Why use hitchstory instead of a unit testing framework?
NOTE: This argument is a work in progress and there are still several things that need amending / adding.
This is not an argument against the following:
- Testing in general
- Test driven development
- Low level testing (of classes and methods or otherwise)
- Property based testing (e.g. hypothesis).
These are all good things in the right context. This is purely about the xUnit framework approach to testing - py.test, nose, unittest2, jUnit, etc. whether they are used to write traditional “unit tests”, integration tests or end to end tests.
There are, broadly speaking, two types of code - algorithmic code and integration code. Here are several examples of the former:
- A sorting algorithm (e.g. timsort or quicksort).
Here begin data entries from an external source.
def finish_analysis(session: Session, analysis_id: str, owner: str, result: dict) -> bool:
    """Store our analysis's result and mark it done; False when the lease was lost."""
    now = utcnow()
    done = _update_ours(
        session,
        "analysis",
        analysis_id,
        owner,
        status="done",
        result=result,
        error=None,
        finished_at=now,
        lease_owner=None,
        lease_expires_at=None,
    )
    if done:
        kind = session.scalar(select(Analysis.kind).where(Analysis.id == analysis_id))
        _event(
            session,
            "analysis",
            analysis_id,
            owner,
            "analysis_done",
            analysis=kind,
            result_sha256=content_hash(result),
        )
    return bool(done)


def work_waiting(session: Session) -> bool:
    """True when a published request or rerun waits unclaimed (helpers then make way for it)."""
    for model in (Request, Rerun):
        waiting = session.scalar(
            select(model.id)
            .where(model.status.in_(_queued_statuses("request" if model is Request else "rerun")))
            .where(model.published_at.is_not(None))
            .limit(1)
        )
        if waiting is not None:
            return True
    return False


def job_status(session: Session, kind: str, job_id: str) -> str | None:
    """Return the job's status (None when there is no such job)."""
    model = _model(kind)
    return session.scalar(select(model.status).where(model.id == job_id))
- Code in a business application that determines prices from a set of rules
- A function to slugify a title (e.g. The Silver Duck -> the-silver-duck).
Here are several examples of the latter:
- A basic CRUD application
- A device driver
The unsuitability of low level testing of algorithmic code
Low level testing of algorithmic code looks a little like this example testing an ‘incrementor’ from the py.test home page:
def test_answer(): assert inc(3) == 4
This is actually a good example of a clear test. The intent is obvious, the label is descriptive.
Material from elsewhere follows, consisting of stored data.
"""The power curve: data from the engine (checked against statsmodels), drawing found by id."""

import math
import xml.etree.ElementTree as ET

import pytest
from reports_testkit import answer
from statsmodels.stats.power import TTestIndPower

from service.engine import QuestionError
from service.reports.plots import curve_points, power_curve_png, power_curve_svg

_SVG = "{http://www.w3.org/2000/svg}"


def _ids(svg: str) -> dict[str, ET.Element]:
    root = ET.fromstring(svg)
    assert root.tag == f"{_SVG}svg"
    return {el.get("id"): el for el in root.iter() if el.get("id")}


@pytest.fixture(scope="module")
def plain_record():
    return answer()


def test_analytic_curve_matches_statsmodels(plain_record):
    points = curve_points(plain_record)
    chosen = plain_record["sample_size"]["per_group"][0]
    assert chosen == 64  # published 64: Cohen 1988, Table 2.4.1
    assert chosen in points["n"] and 11 <= len(points["n"]) <= 14
    assert min(points["n"]) == math.floor(0.5 * chosen) and max(points["n"]) == math.ceil(
        1.5 * chosen
    )
    for n, power in zip(points["n"], points["analytic"], strict=True):
        # formula: noncentral t power (statsmodels TTestIndPower, recomputed)
        assert power == pytest.approx(
            TTestIndPower().power(effect_size=0.5, nobs1=n, alpha=0.05), abs=1e-9
        )
    assert points["analytic"] == sorted(points["analytic"])
    assert points["simulated"] == [] and points["target_power"] == 0.8
    assert points["chosen"] == {"n": 64, "power": plain_record["power"]["estimate"]}


def test_curve_with_dropout_is_on_the_enrolled_scale(analytic_record):
    points = curve_points(analytic_record)
    chosen = analytic_record["sample_size"]["per_group"][0]
    i = points["n"].index(chosen)
    # the enrolled answer, less dropout and design effect, powers at least the target
    assert points["analytic"][i] >= 0.8
    assert points["analytic"][0] < 0.8


def test_simulated_points_bracket_the_exact_power(simulated_record):
    points = curve_points(simulated_record, replicates=400)
    assert (
        points["replicates"] == 400
        and points["seed"] == simulated_record["question"]["simulation"]["seed"]
    )
    sim = points["simulated"]
    assert len(sim) == len(points["n"])
    covered = 0
    for p in sim:
        lo, hi = p["ci95"]
        assert lo <= p["power"] <= hi
        # formula: noncentral t at the analyzed n (10% dropout removed, floored as the engine does)
        analyzed = math.floor(p["n"] * 0.9 + 1e-9)
        exact = TTestIndPower().power(effect_size=0.5, nobs1=analyzed, alpha=0.05)
        covered += lo <= exact <= hi
    # 95% intervals: nearly all of ~13 points cover the exact power (a loose, non-flaky bound)
    assert covered >= len(sim) - 3
    assert len(points["analytic"]) == len(points["n"])  # the normal model has a formula beside it


def test_svg_has_target_line_and_chosen_n(simulated_record):
    points = curve_points(simulated_record, replicates=300)
    svg = power_curve_svg(points)
    ids = _ids(svg)
    for gid in (
        "target-line",
        "chosen-n",
        "chosen-point",
        "analytic-curve",
        "simulated-points",
        "curve-title",
    ):
        assert gid in ids, gid
    assert not svg.startswith("<?xml")  # ready to inline in HTML
    assert power_curve_svg(points) == svg  # identical data, identical drawing


def test_power_question_has_no_target_line(simulated_power_record):
    ids = _ids(power_curve_svg(curve_points(simulated_power_record, replicates=300)))
    assert "target-line" not in ids and "chosen-n" in ids


def test_png_is_a_png(plain_record):
    png = power_curve_png(curve_points(plain_record))
    assert png[:8] == b"\x89PNG\r\n\x1a\n" and len(png) > 10_000


@pytest.mark.parametrize(
    ("kwargs", "field"), [({"points": 1}, "points"), ({"span": (1.2, 1.5)}, "span")]
)
def test_bad_curve_options(plain_record, kwargs, field):
    with pytest.raises(QuestionError) as info:
        curve_points(plain_record, **kwargs)
    assert info.value.field == field and "got" in info.value.message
This works because the code is, despite being turing complete, declarative and simple. The problems grow, however,
There is no issue with separation of concerns and despite using a turing complete language, the code is not “too powerful” to inhibit understanding.
High level testing of integration code
Ultimately it boils down to two programming principles which hitchstory provides ‘rails’ to guide you:
- The rule of least power
- Separation of concerns
Hitchstory stories describe a sequence of events which describe either a user or a user-system interacting with your code. This can be used to describe the functioning of any software system. It is not necessary** to use turing complete code to describe a sequence of events, therefore, according to the rule of least power, you shouldn’t use turing complete code to do it.
However, turing complete code is required to set up and mimic this set of events. This is what the hitchstory engine is used for, which must be written in turing complete python.
This divide between story definition and story execution also creates a natural barrier for the separation of concerns. Story definition goes in the stories while execution goes in the engine. Unit testing frameworks do not have any such natural barrier for separation of concerns.
Web developers may be familiar with this principle as it is expressed in web development frameworks where (intentionally less powerful) templating languages are used to render HTML, separated by a divide from more powerful ‘controller’ (or, in Django, ‘view’) code.
Other features which are not (and cannot) be duplicated in unit testing frameworks:
What does hitchstory do that unit tests can’t?
The hitchdev framework does come with a lot of useful testing tools which could just as easily be used with py.test if you so wish.